Until a university study emerged last week, few experts suspected that it's more difficult to erase data stored on solid-state drives (SSD) than that on hard disk drives (HDDs).
Industry experts were taken aback by the study, but noted that there are SSDs with native encryption capabilities that can prevent data from being seen even after a drive's end of life, and that there are some SSD drive sanitation methods that are more successful than others.
"I don't think anyone ever knew about this," said security technologist Bruce Schneier.
The study conducted by researchers at the University of California at San Diego (UCSD), showed that sanitizing SSDs of data is at best a difficult task and at worst nearly impossible. While overwriting data several times can ensure data erasure on many SSDs, the researchers found they were still able to recover data on some products.
One surefire method for protecting your SSD data is cryptographic erasure, said Kent Smith, senior director of product marketing at SSD controller manufacturers SandForce.

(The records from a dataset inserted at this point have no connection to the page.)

"""Aging in the cold and under daily cycling: lithium plating over the charging hours,
cold storage, daily LFP cycling, extrapolation flags.

Check values and their sources:
- Schimpe, von Kuepach, Naumann, Hesse, Smith, Jossen 2018, J. Electrochem. Soc. 165 (2),
  A181-A193, Eqs. 15 + 18, Table IV (read in a re-implementation of the table):
  k_cyc,highT = 1.46e-4 Ah^-0.5 with Ea = 32.7 kJ/mol on total throughput, k_cyc,lowT =
  4.01e-4 Ah^-0.5 with Ea = 55.5 kJ/mol and beta = 2.64 h on charge throughput, I_ref =
  1 C, T_ref = 25 °C.
- Waldmann et al. 2014, J. Power Sources 262, 129-135: below 25 °C ageing speeds up as the
  temperature falls (read); low-temperature branch about 55.5 kJ/mol (from memory).
- common practice: LFP cycled once a day lasts close to a decade; 1,000-3,000 full cycles
  at least; cold storage lengthens life; LTO has no graphite anode and no plating.
"""

import json
import math

import numpy as np
import pytest
from click.testing import CliRunner

from planner.aging import age_lanes
from planner.aging.calendar import calendar_rate_parts
from planner.aging.cycle import cycle_state_increment, schmalstieg2014_beta_cap
from planner.aging.profiles import cycling_profile
from planner.chemistry import get_chemistry
from planner.cli import cli

H = 8760
R = 8.314462618


def _daily(chem_id, temp_c, *, dod=0.8, c_rate=0.5, years=40):
    chem = get_chemistry(chem_id)
    volts = chem.default_charge_voltage_v_per_cell
    soc, current = cycling_profile(float(chem.usable_fraction(volts)), dod, 1.0, c_rate)
    return age_lanes(chem, np.full((H, 1), temp_c), soc[:, None], current[:, None], volts, years,
                     peak_c_rate=c_rate, charge_c_rate=c_rate)


def _schimpe(temp_c, charge_c_rate):
    """Schimpe 2018 Eqs. 15 + 18 with Table IV: the film (high-temperature) and plating
    (low-temperature) coefficients of full cycles, per sqrt(Ah of charge)."""
    inv = 1.0 / (temp_c + 273.15) - 1.0 / 298.15
    film = 1.46e-4 * math.sqrt(2.0) * math.exp(-32.7e3 / R * inv)
    plating = 4.01e-4 * math.exp(55.5e3 / R * inv) * math.exp(2.64 * (charge_c_rate - 1.0))
    return film, plating


def _split_charge_and_rest(chem_id, charge_temp_c, other_temp_c, c_rate, years=5):
    """One cycle a day at 80 % depth: the charging hours at one temperature, all the other
    hours at another (same cycle, same throughput)."""
    chem = get_chemistry(chem_id)
    volts = chem.default_charge_voltage_v_per_cell
    soc, current = cycling_profile(float(chem.usable_fraction(volts)), 0.8, 1.0, c_rate)
    temp = np.where(current < 0.0, charge_temp_c, other_temp_c)
    return age_lanes(chem, temp[:, None], soc[:, None], current[:, None], volts, years,
                     peak_c_rate=c_rate, charge_c_rate=c_rate)


def test_lfp_daily_cycling_at_25c_lasts_years_and_thousands_of_cycles():
    # common practice: 25 °C, one cycle a day at 80 % depth and C/2 reaches 80 % SOH in
    # about a decade and in at least 2,000 cycles: the set calibrated to the trade's
    # storage figures (15 years stored full at 25 °C) holds it.
    chem = get_chemistry("lfp")
    soc, current = cycling_profile(1.0, 0.8, 1.0, 0.5)
    result = age_lanes(chem, np.full((H, 1), 25.0), soc[:, None], current[:, None], 3.55, 40,
                       peak_c_rate=0.5, charge_c_rate=0.5, aging_set="calibrated")
    years = float(result.years_to_soh(0.8)[0])
    assert 6.0 <= years <= 15.0 and years * 365 >= 2000
    # The set at the level of the 26650 cell behind Naumann et al. 2018 (8.7 years stored
    # full at 25 °C), which sits full most of a daily-cycled day: about 5 years. The band
    # holds both: 4-15 years and at least 1,500 cycles.
    chem = get_chemistry("lfp")
    result = age_lanes(chem, np.full((H, 1), 25.0), soc[:, None], current[:, None], 3.55, 40,
                       peak_c_rate=0.5, charge_c_rate=0.5, aging_set="published")
    published = float(result.years_to_soh(0.8)[0])
    assert 4.0 <= published <= 15.0 and published * 365 >= 1500
    # The default's calendar level is a large-format cell's (Gasper et al. 2023: 1.7 % a
    # year stored full at 25 °C): the life model fitted to that cell gives about 6,500 such
    # cycles (computed, the validation row gasper2023/cycle-models/25C-80dod-c2-daily-lfp);
    # the default, with the cycle law of the 26650 cell, within a factor of 2 of it.
    default = float(_daily("lfp", 25.0, years=60).years_to_soh(0.8)[0]) * 365
    assert 6530 / 2 <= default <= 6530 * 2


def test_charging_in_the_cold_ages_lfp_several_times_faster_than_charging_warm():
    # Schimpe 2018: the plating term follows the temperature of the *charging* hours.
    # The same daily cycle (C/2), charged at 0 °C and discharged/rested at 25 °C, against
    # charged at 25 °C and discharged/rested at 0 °C.
    cold_charge = _split_charge_and_rest("lfp", 0.0, 25.0, 0.5)
    warm_charge = _split_charge_and_rest("lfp", 25.0, 0.0, 0.5)
    # Plating term alone: AF_pl(0 °C) = exp(55.5 kJ/mol / R (1/273.15 - 1/298.15)) = 7.76
    plating_ratio = cold_charge.plating_loss_frac[-1, 0] / warm_charge.plating_loss_frac[-1, 0]
    assert plating_ratio == pytest.approx(math.exp(55.5e3 / R * (1 / 273.15 - 1 / 298.15)),
                                          rel=1e-3)
    # All of cycling: Schimpe's equations give (film + plating at 0 °C) / (film + plating
    # at 25 °C) = 3.79 at C/2, the film term taken over the charge hours at one
    # temperature and the discharge hours at the other (root mean square of AF). The
    # engine puts the film term at each cycle's mean reversal temperature, the plating
    # term at each charging hour's: 4.2, within 15 %.
    film0, plating0 = _schimpe(0.0, 0.5)
    film25, plating25 = _schimpe(25.0, 0.5)
    film_mixed = film25 * math.sqrt(((film0 / film25) ** 2 + 1.0) / 2.0)
    expected = (film_mixed + plating0) / (film_mixed + plating25)
    assert expected == pytest.approx(3.79, abs=0.01)
    total_ratio = cold_charge.cycle_loss_frac[-1, 0] / warm_charge.cycle_loss_frac[-1, 0]
    assert total_ratio == pytest.approx(expected, rel=0.15)
    assert total_ratio >= 3.0                    # several times faster


def test_warm_charging_at_1c_ages_lfp_less_than_at_25c():
    # Schimpe 2018 Table IV: at 1 C the plating term (66 % of the cycle coefficient at
    # 25 °C) shrinks with heat faster than the film term grows, so total cycle aging at
    # 35 °C is 0.34 x 1.53 + 0.66 x 0.48 = 0.84 of that at 25 °C (computed).
    film25, plating25 = _schimpe(25.0, 1.0)
    film35, plating35 = _schimpe(35.0, 1.0)
    expected = (film35 + plating35) / (film25 + plating25)
    assert expected == pytest.approx(0.84, abs=0.01)
    at25 = _daily("lfp", 25.0, dod=1.0, c_rate=1.0, years=5).cycle_loss_frac[-1, 0]
    at35 = _daily("lfp", 35.0, dod=1.0, c_rate=1.0, years=5).cycle_loss_frac[-1, 0]
    assert at35 < at25
    assert at35 / at25 == pytest.approx(expected, rel=0.02)


def test_plating_grows_with_charge_rate_and_is_small_at_slow_pv_charge():
    # Schimpe 2018 Table IV: the plating coefficient scales with exp(2.64 h (C - 1)), so at
    # a C/20 charge it is 0.08 of its 1 C size (computed); its share of the 25 °C
    # coefficient falls from 0.66 at 1 C to 0.14 at C/20 (computed from the same table).
    fast = _split_charge_and_rest("lfp", 5.0, 25.0, 1.0)
    slow = _split_charge_and_rest("lfp", 5.0, 25.0, 0.05)
    fast_share = fast.plating_loss_frac[-1, 0] / fast.cycle_loss_frac[-1, 0]
    slow_share = slow.plating_loss_frac[-1, 0] / slow.cycle_loss_frac[-1, 0]
    assert fast_share > 2 * slow_share
    film, plating = _schimpe(25.0, 0.05)
    assert plating / (film + plating) == pytest.approx(0.14, abs=0.01)


def test_nmc_cold_cycling_is_shorter_and_lto_is_not():
    # Waldmann 2014: below 25 °C graphite/NMC cells age faster as it gets colder; at C/2
    # charge the plating term borrowed from Schimpe 2018 makes cycling at 5 °C at least
    # 1.2 times as harmful and at most the low-temperature branch alone at 1 C,
    # exp(55.5 kJ/mol / R (1/278.15 - 1/298.15)) = 5.0 (from memory).
    cycle_ratio = (_daily("nmc", 5.0, years=3).cycle_loss_frac[-1, 0]
                   / _daily("nmc", 25.0, years=3).cycle_loss_frac[-1, 0])
    assert 1.2 <= cycle_ratio <= 5.0
    # common practice: LTO has no graphite anode, no plating: the cold does not shorten it.
    assert _daily("lto", 5.0).years_to_soh(0.8)[0] >= _daily("lto", 25.0).years_to_soh(0.8)[0]


def _life_json(*args):
    result = CliRunner().invoke(cli, ["life", *args, "--json"])
    assert result.exit_code == 0, result.output
    return json.loads(result.output)


@pytest.mark.parametrize("chem_id", ["lfp", "nmc"])
def test_cold_storage_lasts_longer_and_is_flagged(chem_id):
    # common practice: cold storage lengthens life. The default calendar laws rest on
    # tests of about 1.5 years at 10-45 °C (Gasper et al. 2023; their cold slope from
    # studies down to 0 °C): decades at 5 °C are far beyond the tests, so the life carries
    # the flag.
    warm = _life_json("--chemistry", chem_id, "--temp-c", "25", "--years", "200")
    cold = _life_json("--chemistry", chem_id, "--temp-c", "5", "--years", "200")
    assert cold["years_to_eol"] is None or cold["years_to_eol"] > warm["years_to_eol"]
    assert cold["life_extrapolated"] is True
    assert any("calendar fit spans" in note for note in cold["extrapolation_notes"])


def test_lfp_storage_below_the_fit_uses_the_cold_study_activation_energy():
    # Naumann 2018 (storage study from 0 to 60 °C, Ea = 17,126 J/mol): with sqrt(t) in the
    # coefficient convention the 25 -> 5 °C life ratio is exp(2 Ea/R (1/278.15 - 1/298.15))
    # = 2.70 (computed); the same for the small-cell and the large-format level of that law
    # (the default's large-format law takes this slope below 10 °C only:
    # test_aging_large_format.py).
    expected = math.exp(2 * 17126 / R * (1 / 278.15 - 1 / 298.15))
    life25 = _life_json("--chemistry", "lfp", "--temp-c", "25", "--years", "200",
                        "--aging-set", "published")["years_to_eol"]
    life5 = _life_json("--chemistry", "lfp", "--temp-c", "5", "--years", "200",
                       "--aging-set", "published")["years_to_eol"]
    assert life5 / life25 == pytest.approx(expected, rel=0.01)
    one_point = get_chemistry("lfp").aging_set("large-format")
    temp_part = calendar_rate_parts(one_point.calendar_model, one_point.calendar, None)[0]
    # the state grows as k^2 (square-root law): the life ratio is the rate ratio
    assert float(temp_part(25.0) / temp_part(5.0)) == pytest.approx(expected, rel=1e-9)


def test_nmc_storage_below_its_fit_takes_the_slope_of_a_cold_storage_study():
    # Schmalstieg et al. 2014's 58 kJ/mol rests on storage at 35-50 °C (from memory); below
    # 35 °C the set "large-format" (that law at a large-format level) takes the slope of a
    # 75 Ah NMC cell stored from 0 to 55 °C (Smith et al. 2017: Ea = 35,392 J/mol on
    # sqrt(t), a 25 -> 5 °C life ratio of exp(2 Ea/R (1/278.15 - 1/298.15)) = 7.79,
    # computed), not the extrapolated 58 kJ/mol (9.4, computed:
    # exp(6976 K (1/278.15 - 1/298.15))^(4/3)). The default's large-format law takes
    # Smith's slope below 10 °C only (test_aging_large_format.py).
    smith = math.exp(2 * 35392 / R * (1 / 278.15 - 1 / 298.15))
    one_point = get_chemistry("nmc").aging_set("large-format")
    temp_part = calendar_rate_parts(one_point.calendar_model, one_point.calendar, None)[0]
    # the state grows as k^(1/0.75): the life ratio is the ratio of the state's rates
    assert float(temp_part(25.0) / temp_part(5.0)) == pytest.approx(smith, rel=1e-3)
    published = get_chemistry("nmc").aging_set("published-storage")
    old = calendar_rate_parts(published.calendar_model, published.calendar, None)[0]
    assert float(old(25.0) / old(5.0)) == pytest.approx(
        math.exp(6976 * (1 / 278.15 - 1 / 298.15)) ** (4 / 3), rel=1e-9)
    # above 35 °C the published heat law is unchanged
    assert float(temp_part(50.0) / temp_part(40.0)) == pytest.approx(float(old(50.0) / old(40.0)))


@pytest.mark.parametrize("chem_id", ["lfp", "nmc"])
def test_no_storage_gain_below_the_coldest_storage_test(chem_id):
    # Research note cold-and-scale §2: the Arrhenius gain is not extrapolated below the
    # lowest storage temperature that supports it (0 °C for both defaults: the cold slopes
    # of Naumann et al. 2018, from memory; Smith et al. 2017): the calendar rate at -20 °C is that at 0 °C.
    default = get_chemistry(chem_id).aging
    temp_part = calendar_rate_parts(default.calendar_model, default.calendar, None)[0]
    assert float(temp_part(-20.0)) == pytest.approx(float(temp_part(0.0)), rel=1e-12)
    assert float(temp_part(5.0)) > float(temp_part(0.0))


def test_a_prediction_inside_the_envelope_is_not_flagged():
    # lfp calendar fit: 0-60 °C, tests of about 2 years (from memory): storage at 45 °C is
    # inside, and the small-cell set's life there (about 2 years) is not more than three
    # times the test length; nmc (0-50 °C, 1.4 years): 2.5 years at 45 °C.
    out = _life_json("--chemistry", "lfp", "--temp-c", "45", "--years", "10",
                     "--aging-set", "published")
    assert out["life_extrapolated"] is False and out["extrapolation_notes"] == []
    out = _life_json("--chemistry", "nmc", "--temp-c", "45", "--years", "10")
    assert out["life_extrapolated"] is False and out["extrapolation_notes"] == []


def test_aging_set_option_and_list():
    out = _life_json("--chemistry", "lfp", "--temp-c", "25", "--aging-set", "naumann")
    assert out["aging_set"] == "naumann"
    bad = CliRunner().invoke(cli, ["life", "--chemistry", "lfp", "--temp-c", "25",
                                   "--aging-set", "nope"])
    assert bad.exit_code == 2 and "naumann" in bad.output
    listing = CliRunner().invoke(cli, ["life", "--list"])
    assert "aging set schmalstieg-published (alternative)" in listing.output
    assert "fitted on: calendar" in listing.output


def test_schmalstieg_published_counts_depth_on_rated_capacity():
    # Schmalstieg et al. 2014: beta_cap(V_mean, DOD) sqrt(Q) with DOD on the cell's rated
    # capacity; the published set must not divide by the usable fraction.
    chem = get_chemistry("nmc")
    params = chem.aging_set("schmalstieg-published")
    depth, soc, count = np.array([0.9]), np.array([0.45]), np.array([1.0])
    inc, _ = cycle_state_increment(params.cycle_model, params.cycle, chem, depth, soc, count,
                                   np.array([25.0]), np.array([1.0]), np.array([4.10]))
    volts = chem.open_circuit_voltage_v(soc)
    beta = schmalstieg2014_beta_cap(volts, depth, **params.cycle)
    throughput_ah = 0.9 * 2.05 * 2  # both directions of the 2.05 Ah cell
    assert inc[0] == pytest.approx(float(beta[0] ** 2 * throughput_ah), rel=1e-12)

Crypto-erasure involves first encrypting an SSD so that only users holding passwords can access its data. When the SSD is at end of life, the user can delete the encryption keys on the drive, eliminating the possibility of unencrypting or accessing the data.
"Unless you can break the 128-bit AES encryption algorithm, there's just no way to get to the data. The drive is now still a fully functioning drive and effectively able to begin writing again," Smith said. "That takes a split second."
The other security method SandForce-based SSDs afford is erasing all the NAND flash memory.
"We go through every single LBA, every single location ... that could have held user data, as well as performing the crypto-erase," Smith said. "That would take longer because you have to erase the flash. That could take a few minutes."
SandForce's controllers, used by most major SSD vendors, include native 128-bit AES encryption that allows users to set up passwords. But some SSDs don't come with native hardware-based encryption.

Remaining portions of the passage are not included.